### Input material ###

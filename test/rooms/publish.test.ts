import {
  existsSync,
  mkdirSync,
  mkdtempSync,
  readdirSync,
  readFileSync,
  rmSync,
  writeFileSync,
} from 'node:fs';
import { tmpdir } from 'node:os';
import { join } from 'node:path';
import { afterEach, beforeEach, describe, expect, it } from 'vitest';
import { predictPolar } from '../../src/polar/index.js';
import {
  csvText,
  fileStem,
  fixed,
  OutputError,
  POLAR_COLUMNS,
  type PolarReport,
  polarCsv,
  polarJson,
  polarPage,
  polarReport,
  RESISTANCE_PARTS,
  resistanceCsv,
  rounded,
  significant,
  targetTable,
  terminalText,
  wrapped,
  writeFiles,
} from '../../src/publish/index.js';
import { fromKnots, radians } from '../../src/units/index.js';
import { demoBoat } from '../support/demo.js';

const boat = demoBoat('trapeze-dinghy');
const polar = predictPolar(boat, {
  tws: [8, 14].map(fromKnots),
  twa: [5, 45, 90, 135, 180].map(radians),
});
const report = polarReport(boat, polar);

const HOSTILE = `=1+1,"x"</script><img src=x onerror=alert(1)>&'\u202e\u001b[31m`;

/** The same report with hostile texts wherever a text can come from a boat file. */
function hostileReport(): PolarReport {
  const spoil = <T extends object>(r: T): T => ('sailSet' in r ? { ...r, sailSet: HOSTILE } : r);
  return {
    boat: {
      ...report.boat,
      name: HOSTILE,
      note: HOSTILE,
      description: report.boat.description.map((r) => ({ ...r, quantity: HOSTILE })),
      estimates: [{ key: HOSTILE, value: HOSTILE, rule: HOSTILE }],
      warnings: [{ method: HOSTILE, parameter: HOSTILE, value: 1, range: [2, 3], treatment: HOSTILE }],
    },
    polar: {
      ...polar,
      boatName: HOSTILE,
      results: polar.results.map((row) => row.map(spoil)),
      bestUp: polar.bestUp.map(spoil),
      bestDown: polar.bestDown.map(spoil),
      sets: polar.sets.map((s) => ({ ...s, name: HOSTILE })),
    },
    resistance: report.resistance,
    righting: { ...report.righting, points: report.righting.points.map((p) => ({ ...p })) },
    sails: {
      ...report.sails,
      boat: HOSTILE,
      sets: report.sails.sets.map((s) => ({
        ...s,
        name: HOSTILE,
        loadings: s.loadings.map((l) => ({ ...l, sails: l.sails.map((x) => ({ ...x, sail: HOSTILE })) })),
      })),
    },
    balances: report.balances.map((b) => ({ ...b, state: { ...b.state, sailSet: HOSTILE } })),
  };
}

/** A reader of RFC 4180, written from its grammar. */
function readCsv(text: string): string[][] {
  const rows: string[][] = [];
  let row: string[] = [];
  let cell = '';
  let inside = false;
  for (let i = 0; i < text.length; i++) {
    const c = text[i]!;
    if (inside) {
      if (c !== '"') cell += c;
      else if (text[i + 1] === '"') {
        cell += '"';
        i++;
      } else inside = false;
    } else if (c === '"') inside = true;
    else if (c === ',') {
      row.push(cell);
      cell = '';
    } else if (c === '\r' && text[i + 1] === '\n') {
      rows.push([...row, cell]);
      row = [];
      cell = '';
      i++;
    } else cell += c;
  }
  expect(cell).toBe('');
  return rows;
}

describe('numbers as text', () => {
  it('have fixed decimals and no negative zero', () => {
    expect(fixed(-0.004, 2)).toBe('0.00');
    expect(fixed(-0.006, 2)).toBe('-0.01');
    expect(fixed(Number.NaN, 2)).toBe('n/a');
    expect(fixed(1e7, 0)).toBe('10000000');
  });
  it('keep significant digits without exponents where that is readable', () => {
    expect(significant(1649.96)).toBe('1650');
    expect(significant(0.0715)).toBe('0.0715');
    expect(significant(-12.3456)).toBe('-12.35');
    expect(significant(3)).toBe('3');
    expect(significant(1e-9)).toBe('1.000e-9');
    expect(significant(Number.POSITIVE_INFINITY)).toBe('n/a');
  });
  it('become null for programs where they are not finite', () => {
    expect(rounded(Number.NaN)).toBeNull();
    expect(Object.is(rounded(-0), 0)).toBe(true);
    expect(rounded(1234.5678, 5)).toBe(1234.6);
  });
});

describe('texts of unknown origin', () => {
  it('lose what a terminal would act on', () => {
    expect(terminalText('a\u001b[2Jb\u202ec\u0085d\ne')).toBe('a?[2Jb?c?d\ne');
  });
  it('wrap at blanks within the width', () => {
    const text = wrapped('one two three four five six', 12, '  ');
    expect(text).toBe('one two\n  three four\n  five six');
  });
  it('become safe names of files', () => {
    expect(fileStem('../../etc/passwd')).toBe('etc-passwd');
    expect(fileStem('.hidden')).toBe('hidden');
    expect(fileStem('   ')).toBe('boat');
    expect(fileStem('con')).toBe('boat-con');
    expect(fileStem('Möwe 7 (blau)')).toBe('Möwe-7-blau');
    expect(Buffer.byteLength(fileStem('船'.repeat(300)))).toBeLessThan(200);
    expect(fileStem('a\u0000b\u202ec')).toBe('a-b-c');
  });
});

describe('the polar as comma-separated values', () => {
  it('quotes what RFC 4180 asks to quote', () => {
    expect(csvText('plain')).toBe('plain');
    expect(csvText('a,b')).toBe('"a,b"');
    expect(csvText('say "ho"')).toBe('"say ""ho"""');
    expect(csvText('two\nlines')).toBe('"two\nlines"');
  });
  it('disarms texts a spreadsheet would take for a formula', () => {
    for (const text of ['=1+1', '+1', '-1', '@x', '|x', '\t=1', ' =1', '\uff1d1'])
      expect(readCsv(`${csvText(text)}\r\n`)[0]![0]).toBe(`'${text}`);
    expect(csvText('main-sail')).toBe('main-sail');
  });
  it('holds every state of the grid and the best ones, each with all columns', () => {
    const rows = readCsv(polarCsv(report));
    expect(rows[0]).toEqual([...POLAR_COLUMNS]);
    expect(rows).toHaveLength(1 + 2 * (5 + 3));
    for (const row of rows) expect(row).toHaveLength(POLAR_COLUMNS.length);
    const at = (row: string[], column: (typeof POLAR_COLUMNS)[number]): string =>
      row[POLAR_COLUMNS.indexOf(column)]!;
    const reach = rows.find((r) => r[0] === 'grid' && r[1] === '14.000' && r[2] === '90.00')!;
    const state = polar.results[1]![2]!;
    if (state.status !== 'balanced') throw new Error('a beam reach must balance');
    expect(Number(at(reach, 'boat_speed_kn')) * (1852 / 3600)).toBeCloseTo(state.speed, 3);
    expect(Number(at(reach, 'heel_deg'))).toBeCloseTo((state.heel * 180) / Math.PI, 2);
    expect(at(reach, 'status')).toBe('balanced');
  });
  it('shows a state that does not balance as what it is, without figures', () => {
    const rows = readCsv(polarCsv(report));
    const dead = rows.find((r) => r[0] === 'grid' && r[2] === '5.00')!;
    expect(dead.slice(3, -2).join('')).toBe('');
    expect(dead.at(-2)).toBe('no drive');
    expect(dead.at(-1)).toMatch(/\w{3}/);
  });
  it('survives hostile names', () => {
    const rows = readCsv(polarCsv(hostileReport()));
    for (const row of rows) expect(row).toHaveLength(POLAR_COLUMNS.length);
    expect(rows[3]![POLAR_COLUMNS.indexOf('sails')]).toBe(`'${HOSTILE}`);
  });
});

describe('the results file', () => {
  it('is complete, with units in its keys, and the same every time', () => {
    const text = polarJson(report);
    const json = JSON.parse(text);
    expect(json.winds).toHaveLength(2);
    expect(json.winds[0].states).toHaveLength(5);
    expect(json.winds[0].states[0]).toMatchObject({ status: 'unbalanced', why: 'no drive', twa_deg: 5 });
    expect(json.boat.estimates).toEqual(boat.estimates.map((e) => ({ ...e })));
    expect(json.boat.quantities.length).toBeGreaterThan(30);
    expect(json.cautions).toHaveLength(3);
    expect(json.error_bands.of_boat_speed.length).toBeGreaterThan(2);
    expect(polarJson(polarReport(boat, polar))).toBe(text);
    expect(text).not.toMatch(/\d{4}-\d\d-\d\dT/);
  });
});

describe('the target table', () => {
  it('fits the width and keeps its columns whatever the names', () => {
    for (const r of [report, hostileReport()]) {
      const text = targetTable(r);
      expect(terminalText(text)).toBe(text);
      for (const line of text.split('\n')) expect(line.length).toBeLessThanOrEqual(100);
      expect(text.match(/ up /g)).toHaveLength(2);
    }
  });
  it('says why where nothing makes good to windward', () => {
    const lost = predictPolar(boat, { tws: [fromKnots(8)], twa: [radians(2), radians(120)] });
    const text = targetTable(polarReport(boat, lost));
    expect(text).toMatch(/8\.0 +up +no drive/);
    expect(text).toMatch(/8\.0 kn up: no drive\. .*to windward/);
  });
});

describe('the page', () => {
  const withoutScripts = (html: string): string =>
    html.replace(/<script[^>]*>[\s\S]*?<\/script>/g, '').replace(/<style>[\s\S]*?<\/style>/, '');

  it('escapes every name', () => {
    const html = polarPage(hostileReport());
    expect(html.match(/<script/g)!.length).toBeGreaterThanOrEqual(3);
    expect(html.match(/<\/script>/gi)).toHaveLength(3);
    const body = withoutScripts(html);
    expect(body).not.toMatch(/<img|<script/i);
    expect(body).toMatch(/&lt;img src=x onerror=alert\(1\)&gt;/);
    const data = html.match(/<script type="application\/json" id="polar-data">([\s\S]*?)<\/script>/)![1]!;
    expect(data).not.toMatch(/[<>]/);
    const facts = JSON.parse(data).curves[0].facts.at(-1);
    expect(facts.at(-1)).not.toMatch(/</);
  });
  it('allows its own scripts only and no network', () => {
    const html = polarPage(report);
    const policy = html.match(/Content-Security-Policy" content="([^"]*)"/)![1]!;
    expect(policy).toMatch(/default-src &#39;none&#39;/);
    expect(policy.match(/sha256-/g)).toHaveLength(2);
    expect(policy).not.toMatch(/https?:|\*|unsafe-eval|connect-src/);
    expect(withoutScripts(html)).not.toMatch(/(src|href)="(?!#|data:,)/);
  });
  it('holds cautions, error bands, estimates, and the cause at every state that does not balance', () => {
    const html = polarPage(report);
    expect(html).toMatch(/no judgement of stability, strength or safety/);
    expect(html).toMatch(/± 15 to 20 %/);
    expect(html).toMatch(/id="estimates"/);
    const dead = polar.results.flat().filter((r) => r.status === 'unbalanced');
    expect(dead.length).toBeGreaterThan(1);
    expect(html.match(/<td class="none"[^>]*>[a-z ]+: \w/g)).toHaveLength(dead.length);
  });
});

describe('files', () => {
  let folder = '';
  beforeEach(() => {
    folder = mkdtempSync(join(tmpdir(), 'publish-'));
  });
  afterEach(() => rmSync(folder, { recursive: true, force: true }));
  const files = [
    { name: 'a.txt', content: 'new a' },
    { name: 'b.txt', content: 'new b' },
  ];

  it('are written into folders made for them, nothing else beside', () => {
    const out = join(folder, 'x', 'y');
    expect(writeFiles(out, files)).toEqual([join(out, 'a.txt'), join(out, 'b.txt')]);
    expect(readdirSync(out).sort()).toEqual(['a.txt', 'b.txt']);
    expect(readFileSync(join(out, 'b.txt'), 'utf8')).toBe('new b');
  });
  it('are all as before when one cannot be written', () => {
    writeFileSync(join(folder, 'a.txt'), 'old a');
    mkdirSync(join(folder, 'b.txt'));
    expect(() => writeFiles(folder, files)).toThrow(OutputError);
    expect(() => writeFiles(folder, files)).toThrow(/b\.txt: a folder is in the way/);
    expect(readFileSync(join(folder, 'a.txt'), 'utf8')).toBe('old a');
    expect(readdirSync(folder).sort()).toEqual(['a.txt', 'b.txt']);
  });
  it.skipIf(!existsSync('/proc/self'))('are refused at once where no folder can be made', () => {
    expect(() => writeFiles('/proc/polarwright/none', [{ name: 'a.txt', content: 'a' }])).toThrow(
      OutputError,
    );
  });

  it('come back as they were when a later one of them fails, and no folder stays', () => {
    const long = [files[0]!, { name: `${'n'.repeat(300)}.txt`, content: '' }];
    const astray = [files[0]!, { name: join('no-such-folder', 'b.txt'), content: '' }];
    for (const set of [long, astray]) {
      expect(() => writeFiles(join(folder, 'x', 'y'), set)).toThrow(OutputError);
      expect(readdirSync(folder)).toEqual([]);
    }
    writeFileSync(join(folder, 'a.txt'), 'old a');
    for (const set of [long, astray]) {
      expect(() => writeFiles(folder, set)).toThrow(OutputError);
      expect(readdirSync(folder)).toEqual(['a.txt']);
      expect(readFileSync(join(folder, 'a.txt'), 'utf8')).toBe('old a');
    }
    expect(writeFiles(folder, files)).toHaveLength(2);
    expect(readdirSync(folder).sort()).toEqual(['a.txt', 'b.txt']);
    expect(readFileSync(join(folder, 'a.txt'), 'utf8')).toBe('new a');
  });
  it('are left alone when replacing is not wanted', () => {
    writeFileSync(join(folder, 'b.txt'), 'old b');
    expect(() => writeFiles(folder, files, { overwrite: false })).toThrow(/b\.txt exists already/);
    expect(readdirSync(folder)).toEqual(['b.txt']);
    expect(readFileSync(join(folder, 'b.txt'), 'utf8')).toBe('old b');
  });
});

describe('the resistance report', () => {
  it('has every part in a CSV that adds up, with the range of the regression marked', () => {
    const rows = readCsv(resistanceCsv(report.resistance, 6));
    const head = rows[0]!;
    const at = (name: string): number => head.indexOf(name);
    expect(rows.length).toBe(1 + 4 * 81);
    const parts = RESISTANCE_PARTS.map((p) => at(p.key));
    for (const r of rows.slice(1)) {
      const sum = parts.reduce((s, i) => s + Number(r[i]), 0);
      expect(sum).toBeCloseTo(Number(r[at('total_n')]), 4);
      const fn = Number(r[at('froude')]);
      if (Math.abs(fn - 0.15) > 1e-3 && Math.abs(fn - 0.6) > 1e-3) {
        expect(r[at('regression')]).toBe(fn >= 0.15 && fn <= 0.6 ? 'inside' : 'outside');
      }
    }
  });

  it('draws charts that say in words what they show', () => {
    const page = polarPage(report);
    const from = page.indexOf('<section id="resistance"');
    const section = page.slice(from, page.indexOf('</section>', from));
    expect(section.match(/<figure class="chart">/g)).toHaveLength(3);
    expect(section).toContain('speeds the wave-resistance regression was made for');
    expect(section).not.toMatch(/NaN|Infinity/);
  });
});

###

> [Activity]: Each line above from the one with "expect(fixed(1e7, 0)).toBe('10000000');" up to and including the one with "it('quotes what RFC" must be set down exactly, and no line outside that span may appear.

> [Your response]:
    expect(fixed(1e7, 0)).toBe('10000000');
  });
  it('keep significant digits without exponents where that is readable', () => {
    expect(significant(1649.96)).toBe('1650');
    expect(significant(0.0715)).toBe('0.0715');
    expect(significant(-12.3456)).toBe('-12.35');
    expect(significant(3)).toBe('3');
    expect(significant(1e-9)).toBe('1.000e-9');
    expect(significant(Number.POSITIVE_INFINITY)).toBe('n/a');
  });
  it('become null for programs where they are not finite', () => {
    expect(rounded(Number.NaN)).toBeNull();
    expect(Object.is(rounded(-0), 0)).toBe(true);
    expect(rounded(1234.5678, 5)).toBe(1234.6);
  });
});

describe('texts of unknown origin', () => {
  it('lose what a terminal would act on', () => {
    expect(terminalText('a\u001b[2Jb\u202ec\u0085d\ne')).toBe('a?[2Jb?c?d\ne');
  });
  it('wrap at blanks within the width', () => {
    const text = wrapped('one two three four five six', 12, '  ');
    expect(text).toBe('one two\n  three four\n  five six');
  });
  it('become safe names of files', () => {
    expect(fileStem('../../etc/passwd')).toBe('etc-passwd');
    expect(fileStem('.hidden')).toBe('hidden');
    expect(fileStem('   ')).toBe('boat');
    expect(fileStem('con')).toBe('boat-con');
    expect(fileStem('Möwe 7 (blau)')).toBe('Möwe-7-blau');
    expect(Buffer.byteLength(fileStem('船'.repeat(300)))).toBeLessThan(200);
    expect(fileStem('a\u0000b\u202ec')).toBe('a-b-c');
  });
});

describe('the polar as comma-separated values', () => {
  it('quotes what RFC 4180 asks to quote', () => {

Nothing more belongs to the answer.